Saved entries:
**********

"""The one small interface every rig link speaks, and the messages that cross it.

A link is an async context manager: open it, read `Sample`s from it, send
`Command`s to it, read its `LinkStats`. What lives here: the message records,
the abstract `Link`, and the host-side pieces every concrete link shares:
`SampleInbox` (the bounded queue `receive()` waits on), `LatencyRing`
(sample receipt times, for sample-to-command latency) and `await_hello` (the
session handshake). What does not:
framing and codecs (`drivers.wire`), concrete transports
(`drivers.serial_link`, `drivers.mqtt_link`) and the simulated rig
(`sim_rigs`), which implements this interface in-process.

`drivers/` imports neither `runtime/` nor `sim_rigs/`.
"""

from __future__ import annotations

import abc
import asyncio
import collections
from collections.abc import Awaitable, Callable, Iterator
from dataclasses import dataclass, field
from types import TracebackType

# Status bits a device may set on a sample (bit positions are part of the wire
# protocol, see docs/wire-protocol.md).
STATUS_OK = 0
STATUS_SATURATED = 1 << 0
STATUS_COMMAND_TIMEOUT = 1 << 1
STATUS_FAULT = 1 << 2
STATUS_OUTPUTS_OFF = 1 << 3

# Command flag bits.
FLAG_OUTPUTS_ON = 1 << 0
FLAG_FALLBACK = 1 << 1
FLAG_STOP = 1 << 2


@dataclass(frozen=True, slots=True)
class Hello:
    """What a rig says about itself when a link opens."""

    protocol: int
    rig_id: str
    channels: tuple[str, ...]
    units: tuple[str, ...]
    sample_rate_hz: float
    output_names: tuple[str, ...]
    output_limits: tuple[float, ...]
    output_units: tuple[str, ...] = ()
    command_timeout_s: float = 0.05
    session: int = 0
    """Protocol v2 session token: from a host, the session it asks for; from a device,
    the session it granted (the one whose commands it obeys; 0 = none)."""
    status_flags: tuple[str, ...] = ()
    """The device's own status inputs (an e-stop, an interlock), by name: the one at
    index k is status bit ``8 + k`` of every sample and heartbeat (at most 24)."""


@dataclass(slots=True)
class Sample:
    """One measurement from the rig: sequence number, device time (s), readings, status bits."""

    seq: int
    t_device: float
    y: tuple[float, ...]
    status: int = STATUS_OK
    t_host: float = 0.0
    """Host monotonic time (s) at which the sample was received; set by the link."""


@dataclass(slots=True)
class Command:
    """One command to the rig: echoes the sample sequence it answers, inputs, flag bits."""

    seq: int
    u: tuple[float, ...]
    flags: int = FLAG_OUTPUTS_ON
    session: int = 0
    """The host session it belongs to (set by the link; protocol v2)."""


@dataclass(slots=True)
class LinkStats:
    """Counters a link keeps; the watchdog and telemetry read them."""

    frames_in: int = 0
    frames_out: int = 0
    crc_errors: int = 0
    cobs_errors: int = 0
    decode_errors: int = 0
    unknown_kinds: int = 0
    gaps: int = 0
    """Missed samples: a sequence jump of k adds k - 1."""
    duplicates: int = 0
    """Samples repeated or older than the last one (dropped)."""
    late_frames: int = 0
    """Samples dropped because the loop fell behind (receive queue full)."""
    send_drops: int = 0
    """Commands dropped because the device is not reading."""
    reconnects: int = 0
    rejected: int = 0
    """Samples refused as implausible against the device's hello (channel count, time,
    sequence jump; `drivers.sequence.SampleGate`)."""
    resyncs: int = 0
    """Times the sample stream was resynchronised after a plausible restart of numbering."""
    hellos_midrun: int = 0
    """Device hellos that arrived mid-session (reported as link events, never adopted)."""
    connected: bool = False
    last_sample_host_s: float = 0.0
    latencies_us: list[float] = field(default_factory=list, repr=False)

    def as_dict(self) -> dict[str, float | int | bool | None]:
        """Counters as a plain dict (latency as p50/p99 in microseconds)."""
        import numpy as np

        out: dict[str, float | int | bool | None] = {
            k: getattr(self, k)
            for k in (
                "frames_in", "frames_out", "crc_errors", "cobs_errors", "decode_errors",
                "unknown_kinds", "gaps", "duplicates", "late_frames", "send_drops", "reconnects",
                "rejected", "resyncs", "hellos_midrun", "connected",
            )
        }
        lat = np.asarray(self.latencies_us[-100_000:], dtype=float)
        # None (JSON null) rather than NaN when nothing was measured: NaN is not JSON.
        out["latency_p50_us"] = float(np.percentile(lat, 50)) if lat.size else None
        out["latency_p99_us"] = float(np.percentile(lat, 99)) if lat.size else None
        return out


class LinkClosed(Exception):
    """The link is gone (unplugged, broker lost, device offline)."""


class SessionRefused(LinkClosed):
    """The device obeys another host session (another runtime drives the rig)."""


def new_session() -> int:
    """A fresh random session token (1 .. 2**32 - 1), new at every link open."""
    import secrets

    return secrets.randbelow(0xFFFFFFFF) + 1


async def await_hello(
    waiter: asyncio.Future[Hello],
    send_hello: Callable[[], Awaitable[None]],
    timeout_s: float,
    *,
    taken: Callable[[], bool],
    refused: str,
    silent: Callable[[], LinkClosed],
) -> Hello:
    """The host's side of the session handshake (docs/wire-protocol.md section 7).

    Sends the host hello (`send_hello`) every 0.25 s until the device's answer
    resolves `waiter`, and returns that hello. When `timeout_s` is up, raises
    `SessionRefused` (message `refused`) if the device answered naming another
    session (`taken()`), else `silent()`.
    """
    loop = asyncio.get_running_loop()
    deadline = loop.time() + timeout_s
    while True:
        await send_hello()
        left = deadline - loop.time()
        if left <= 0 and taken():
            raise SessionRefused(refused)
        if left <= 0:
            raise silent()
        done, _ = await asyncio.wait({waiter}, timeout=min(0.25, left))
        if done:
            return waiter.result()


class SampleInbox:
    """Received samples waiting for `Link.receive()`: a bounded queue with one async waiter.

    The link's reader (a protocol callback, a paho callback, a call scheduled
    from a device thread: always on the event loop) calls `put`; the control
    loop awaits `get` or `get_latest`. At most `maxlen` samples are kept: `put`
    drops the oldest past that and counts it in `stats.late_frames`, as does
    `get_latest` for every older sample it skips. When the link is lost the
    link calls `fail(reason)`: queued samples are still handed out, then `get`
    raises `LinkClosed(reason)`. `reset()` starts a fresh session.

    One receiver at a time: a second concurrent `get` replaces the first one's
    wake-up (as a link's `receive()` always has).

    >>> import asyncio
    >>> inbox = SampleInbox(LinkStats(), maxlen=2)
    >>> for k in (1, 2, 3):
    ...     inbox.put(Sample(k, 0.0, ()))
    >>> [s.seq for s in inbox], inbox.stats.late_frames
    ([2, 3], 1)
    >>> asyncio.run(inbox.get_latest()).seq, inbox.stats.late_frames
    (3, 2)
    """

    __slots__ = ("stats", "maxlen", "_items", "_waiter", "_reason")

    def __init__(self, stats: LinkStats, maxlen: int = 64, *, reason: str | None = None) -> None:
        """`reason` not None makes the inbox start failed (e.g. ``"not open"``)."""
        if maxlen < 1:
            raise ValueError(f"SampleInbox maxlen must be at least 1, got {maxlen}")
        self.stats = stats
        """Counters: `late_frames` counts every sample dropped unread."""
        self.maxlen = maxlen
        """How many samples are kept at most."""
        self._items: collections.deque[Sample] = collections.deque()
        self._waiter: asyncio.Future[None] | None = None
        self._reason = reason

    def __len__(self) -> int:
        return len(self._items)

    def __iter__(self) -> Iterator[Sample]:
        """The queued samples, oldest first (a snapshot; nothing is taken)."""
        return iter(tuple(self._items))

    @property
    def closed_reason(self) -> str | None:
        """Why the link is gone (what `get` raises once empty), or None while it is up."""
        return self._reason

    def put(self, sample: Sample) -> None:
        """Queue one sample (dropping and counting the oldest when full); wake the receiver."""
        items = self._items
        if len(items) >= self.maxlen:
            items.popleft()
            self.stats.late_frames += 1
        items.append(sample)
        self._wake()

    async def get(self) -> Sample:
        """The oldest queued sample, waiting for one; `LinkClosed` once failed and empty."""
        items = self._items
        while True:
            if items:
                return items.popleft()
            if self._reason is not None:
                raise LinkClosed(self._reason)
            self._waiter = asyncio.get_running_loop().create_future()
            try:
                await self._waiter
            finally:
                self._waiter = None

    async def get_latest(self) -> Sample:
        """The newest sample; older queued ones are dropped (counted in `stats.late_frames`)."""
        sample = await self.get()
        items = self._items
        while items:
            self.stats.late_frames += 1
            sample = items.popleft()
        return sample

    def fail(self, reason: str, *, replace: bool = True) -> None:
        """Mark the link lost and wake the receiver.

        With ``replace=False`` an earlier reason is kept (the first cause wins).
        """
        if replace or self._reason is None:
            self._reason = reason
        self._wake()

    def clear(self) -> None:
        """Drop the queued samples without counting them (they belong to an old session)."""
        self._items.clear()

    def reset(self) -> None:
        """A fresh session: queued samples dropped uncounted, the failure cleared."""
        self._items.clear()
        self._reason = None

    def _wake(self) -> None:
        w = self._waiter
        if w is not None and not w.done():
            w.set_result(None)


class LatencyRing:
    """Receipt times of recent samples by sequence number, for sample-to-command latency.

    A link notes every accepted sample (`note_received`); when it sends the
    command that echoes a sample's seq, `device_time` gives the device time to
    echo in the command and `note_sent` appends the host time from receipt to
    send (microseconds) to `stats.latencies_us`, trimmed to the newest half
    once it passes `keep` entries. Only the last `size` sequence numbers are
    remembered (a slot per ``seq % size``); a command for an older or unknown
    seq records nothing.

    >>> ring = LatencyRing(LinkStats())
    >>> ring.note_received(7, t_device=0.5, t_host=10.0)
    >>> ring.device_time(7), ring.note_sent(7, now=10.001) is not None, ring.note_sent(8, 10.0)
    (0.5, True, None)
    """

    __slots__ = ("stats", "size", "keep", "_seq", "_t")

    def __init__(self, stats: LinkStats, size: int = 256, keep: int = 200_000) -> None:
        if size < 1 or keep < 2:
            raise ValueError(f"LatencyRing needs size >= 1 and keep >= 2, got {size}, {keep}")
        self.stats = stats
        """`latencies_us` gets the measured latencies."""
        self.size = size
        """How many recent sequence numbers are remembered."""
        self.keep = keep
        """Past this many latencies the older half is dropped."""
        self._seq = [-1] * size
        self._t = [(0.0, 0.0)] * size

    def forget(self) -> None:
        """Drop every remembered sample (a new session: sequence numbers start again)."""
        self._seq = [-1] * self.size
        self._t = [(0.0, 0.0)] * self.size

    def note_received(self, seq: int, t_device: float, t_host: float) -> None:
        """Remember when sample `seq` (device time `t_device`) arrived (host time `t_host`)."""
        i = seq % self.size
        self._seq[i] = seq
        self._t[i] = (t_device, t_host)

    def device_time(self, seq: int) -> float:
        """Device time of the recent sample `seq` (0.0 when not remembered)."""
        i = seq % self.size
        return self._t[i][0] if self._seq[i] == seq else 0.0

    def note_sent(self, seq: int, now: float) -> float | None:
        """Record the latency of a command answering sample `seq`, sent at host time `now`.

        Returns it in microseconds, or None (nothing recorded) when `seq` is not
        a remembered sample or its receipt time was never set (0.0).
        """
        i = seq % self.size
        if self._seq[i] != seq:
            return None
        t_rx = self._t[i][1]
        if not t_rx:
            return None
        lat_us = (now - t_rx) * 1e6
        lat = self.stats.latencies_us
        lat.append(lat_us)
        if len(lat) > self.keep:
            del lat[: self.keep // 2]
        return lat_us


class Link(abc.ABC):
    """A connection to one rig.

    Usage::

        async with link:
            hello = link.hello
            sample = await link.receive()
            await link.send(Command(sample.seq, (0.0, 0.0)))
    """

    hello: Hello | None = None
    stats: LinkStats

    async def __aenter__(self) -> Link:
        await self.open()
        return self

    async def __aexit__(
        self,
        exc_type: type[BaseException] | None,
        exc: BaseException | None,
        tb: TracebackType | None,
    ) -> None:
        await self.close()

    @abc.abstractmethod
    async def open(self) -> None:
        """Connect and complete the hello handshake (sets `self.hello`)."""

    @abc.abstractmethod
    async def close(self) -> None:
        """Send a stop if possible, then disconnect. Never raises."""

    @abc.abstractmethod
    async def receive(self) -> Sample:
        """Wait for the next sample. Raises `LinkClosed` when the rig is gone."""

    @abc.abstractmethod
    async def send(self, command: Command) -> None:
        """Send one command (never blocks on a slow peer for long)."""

**********

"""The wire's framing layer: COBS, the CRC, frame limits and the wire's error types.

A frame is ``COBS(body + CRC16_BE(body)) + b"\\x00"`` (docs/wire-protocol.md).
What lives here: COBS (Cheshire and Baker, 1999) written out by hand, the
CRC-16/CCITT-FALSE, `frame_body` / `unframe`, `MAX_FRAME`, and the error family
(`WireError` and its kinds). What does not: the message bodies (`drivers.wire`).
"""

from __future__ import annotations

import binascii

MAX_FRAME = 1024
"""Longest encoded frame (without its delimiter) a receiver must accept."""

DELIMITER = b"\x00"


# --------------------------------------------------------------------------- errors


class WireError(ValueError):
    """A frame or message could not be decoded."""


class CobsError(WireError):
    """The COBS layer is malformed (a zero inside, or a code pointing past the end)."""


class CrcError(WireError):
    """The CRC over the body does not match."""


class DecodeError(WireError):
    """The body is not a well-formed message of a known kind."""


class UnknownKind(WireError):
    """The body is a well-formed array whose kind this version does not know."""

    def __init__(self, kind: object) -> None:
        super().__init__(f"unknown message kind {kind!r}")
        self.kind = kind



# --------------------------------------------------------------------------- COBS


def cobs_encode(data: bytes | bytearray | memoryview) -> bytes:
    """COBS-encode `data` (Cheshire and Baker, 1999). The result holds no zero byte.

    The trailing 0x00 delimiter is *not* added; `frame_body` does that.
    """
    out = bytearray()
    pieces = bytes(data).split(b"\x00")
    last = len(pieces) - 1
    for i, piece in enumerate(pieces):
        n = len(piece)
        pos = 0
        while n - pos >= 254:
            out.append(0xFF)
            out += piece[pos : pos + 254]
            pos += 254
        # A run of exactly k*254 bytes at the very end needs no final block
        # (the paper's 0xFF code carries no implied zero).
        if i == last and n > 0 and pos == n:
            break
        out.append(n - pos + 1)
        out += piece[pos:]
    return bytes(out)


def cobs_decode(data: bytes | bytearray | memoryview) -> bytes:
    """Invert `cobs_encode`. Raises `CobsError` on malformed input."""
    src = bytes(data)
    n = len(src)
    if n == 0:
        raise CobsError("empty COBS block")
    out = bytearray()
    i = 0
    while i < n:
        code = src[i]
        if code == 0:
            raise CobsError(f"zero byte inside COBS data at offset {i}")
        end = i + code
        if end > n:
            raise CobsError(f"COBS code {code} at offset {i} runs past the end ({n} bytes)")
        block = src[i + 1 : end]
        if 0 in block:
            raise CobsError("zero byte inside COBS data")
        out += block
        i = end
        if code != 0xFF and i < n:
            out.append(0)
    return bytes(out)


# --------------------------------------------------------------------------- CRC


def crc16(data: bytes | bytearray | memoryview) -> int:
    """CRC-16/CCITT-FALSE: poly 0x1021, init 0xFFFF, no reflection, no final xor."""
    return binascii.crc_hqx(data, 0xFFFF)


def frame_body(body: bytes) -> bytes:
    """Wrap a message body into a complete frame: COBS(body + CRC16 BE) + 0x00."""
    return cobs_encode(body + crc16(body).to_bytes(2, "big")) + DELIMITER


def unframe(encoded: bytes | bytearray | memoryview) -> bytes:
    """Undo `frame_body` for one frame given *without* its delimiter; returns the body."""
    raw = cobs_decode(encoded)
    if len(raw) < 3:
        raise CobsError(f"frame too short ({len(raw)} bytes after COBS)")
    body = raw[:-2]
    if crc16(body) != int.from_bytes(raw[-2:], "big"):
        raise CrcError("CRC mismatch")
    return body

**********

▶ **EXERCISE REQUIREMENTS**:
Which lines of the records contain "resyncs"? Show each of them.

▶ **FINISHED TASK**:
    resyncs: int = 0
                "rejected", "resyncs", "hellos_midrun", "connected",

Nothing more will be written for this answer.